I was reminded of this as word got around about my dunk project. Friends of friends approached me, as if I were a therapist, to tell me about how badly they had once wanted to dunk and how, even now, they wondered whether they ever could. One, a guy like me in his early thirties, told me animatedly that he had long dreamt of slamming the ball home, and videotaping it to prove his manhood. As a comeback to just about anything, he could whip out the imaginary tape: “I could just say, ‘Oh, yeah? Well, take a look at this!' ” Now, stuck with a table-waiting job, he told me that the couple of hours he spends working out are the best of his week. “I live for that time,” he said. He's a married man, and I found this admission a little sad. Another friend of a friend, a Mexican-American who grew up poor, to parents who were cotton pickers, in one of the
colonias
of rural South Texas, told me about his own brief dunking past. As a senior in high school he was thin as a cornstalk—6′1″ and 130 pounds (“when wet,” he says)—but athletic as hell. He played on the school tennis team and had to do so many jumping drills to improve his agility that he was eventually able to dunk. He told me dunking was a better feeling than winning at tennis. A single moment of absolute thrill, and I wondered whether I would ever feel it.

Given how much of my life was now given over to it, jumping became an obvious thing to talk about at parties. “Tell them about your dunking!” an Austin hostess would say. Then, somewhat timidly at first—I know, I know, this sounds silly, I would mumble—and then, with more confidence, I would hold forth. “The science of jumping?” someone would inevitably say, while giving a little hop. “You must, you just must, study Baryshnikov,” said another, delicate in her movements. “I insist.”

At one such shindig, a woman in her 40s was just explaining to me that her husband, a young, handsome doctor, had spent that
very morning at the Mormon temple, baptizing the dead, when the host popped over and asked how the dunking was coming.

I said it was coming along, but I was uncertain about my chances.

“Have you tried jumping over hemp?” the Mormon woman chimed in.

“Excuse me?” I said.

“I mean, a hemp plant,” she said, as if that would make things much clearer.

She saw that I was totally confused.

“Suzuki says that to jump higher, the ninjas used to jump over a hemp plant each day.”

“Who is Suzuki?”

“He's the famous violinist,” she said.

Why would a violinist care about jumping?

Suzuki, she explained, had written a book about nurturing talent, and in it he recalled the habit of the ninjas of jumping, daily, over a slow-growing hemp plant. As it grew, imperceptibly, their leaps steadily, quietly, grew higher with it.

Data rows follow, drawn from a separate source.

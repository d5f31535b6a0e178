namespace WaveSim.Core.Reports;

/// <summary>One variant of a study (a sweep point or a termination strategy) as its page shows it.</summary>
/// <param name="Label">Its name in words, e.g. "load.r = 47 Ω" or "series".</param>
/// <param name="X">Its place on the charts' horizontal axis (the varied value, or its index when the axis names categories).</param>
/// <param name="Time">Instants of its thinned waveforms, s; null when its waveforms were not kept.</param>
/// <param name="Volts">Per probe, the voltage at <paramref name="Time"/>, V.</param>
public sealed record Variant(string Label, double X, double[]? Time, double[][]? Volts);

/// <summary>One figure charted over the variants: a series per probe, with the limits it is held to.</summary>
/// <param name="Name">The figure's name, e.g. "overshoot".</param>
/// <param name="Unit">Its unit symbol (V, s, %, W or "").</param>
/// <param name="Values">Per probe, one value per variant (null where the figure does not apply).</param>
/// <param name="Limits">Bounds drawn across the chart, each with its label.</param>
public sealed record VariantFigure(string Name, string Unit, IReadOnlyList<double?[]> Values, IReadOnlyList<(string Label, double Value)> Limits)
{
    /// <summary>Its own horizontal axis (one value per variant) instead of the set's <see cref="Variant.X"/>; null for the set's.</summary>
    public FigureAxis? Axis { get; init; }

    /// <summary>True to draw the values as unjoined points (a scatter of samples), false to join them in variant order.</summary>
    public bool PointsOnly { get; init; }

    /// <summary>A line under the chart's heading (its statistics, say); null for none.</summary>
    public string? Note { get; init; }

    /// <summary>The study's outcome in one line, shown under the heading (a Monte Carlo run's yield, say); null for none.</summary>
    public string? Outcome { get; init; }
}

/// <summary>A horizontal axis of one figure's chart.</summary>
/// <param name="Label">The axis's name, e.g. a key path.</param>
/// <param name="Unit">Its unit symbol.</param>
/// <param name="Values">One value per variant, in variant order.</param>
public sealed record FigureAxis(string Label, string Unit, IReadOnlyList<double> Values);

/// <summary>
/// A study of variants for its page: a chart per figure, the best point or the limits marked, each variant's waveforms a
/// click away. Sweeps and termination studies fill it; a Monte Carlo run fills it with a chart per limited figure against its own key (<see cref="VariantFigure.Axis"/>).
/// </summary>
/// <param name="Title">The page's heading.</param>
/// <param name="XLabel">The horizontal axis's name.</param>
/// <param name="XUnit">Its unit symbol; "" for categories.</param>
/// <param name="Categorical">True when <see cref="Variant.X"/> is an index and the labels name the ticks.</param>
/// <param name="Probes">Probe names, matching each figure's series and each variant's waveforms.</param>
/// <param name="Variants">The variants, in study order.</param>
/// <param name="Figures">The figures charted.</param>
public sealed record VariantSet(string Title, string XLabel, string XUnit, bool Categorical, IReadOnlyList<string> Probes,
    IReadOnlyList<Variant> Variants, IReadOnlyList<VariantFigure> Figures)
{
    /// <summary>Index of the best variant, marked on every chart and shown first; null for none.</summary>
    public int? Best { get; init; }

    /// <summary>Why it is best, in words (e.g. "min rx.settling within rx.overshoot&lt;10").</summary>
    public string? BestNote { get; init; }

    /// <summary>A note under the heading (what was varied, what the verdicts were held to).</summary>
    public string? Note { get; init; }

    /// <summary>The study's outcome in one line, shown under the heading (a Monte Carlo run's yield, say); null for none.</summary>
    public string? Outcome { get; init; }
}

The story put me in mind of my 12-year-old, book-obsessed nephew, Dovid, and his advice about jumping higher: Jump over a stack of books; each day add a book to your stack. This was the Jewish version of the ninja tactic, apparently.

“Can I legally even get a hemp plant?” I wondered aloud.

And then the Mormon doctor, clean-cut, with beautifully trimmed black hair, wearing a white polo shirt and khaki shorts, leaned in: “I hear that if you ask where you can pick up some basil at a head shop, they can help you out.”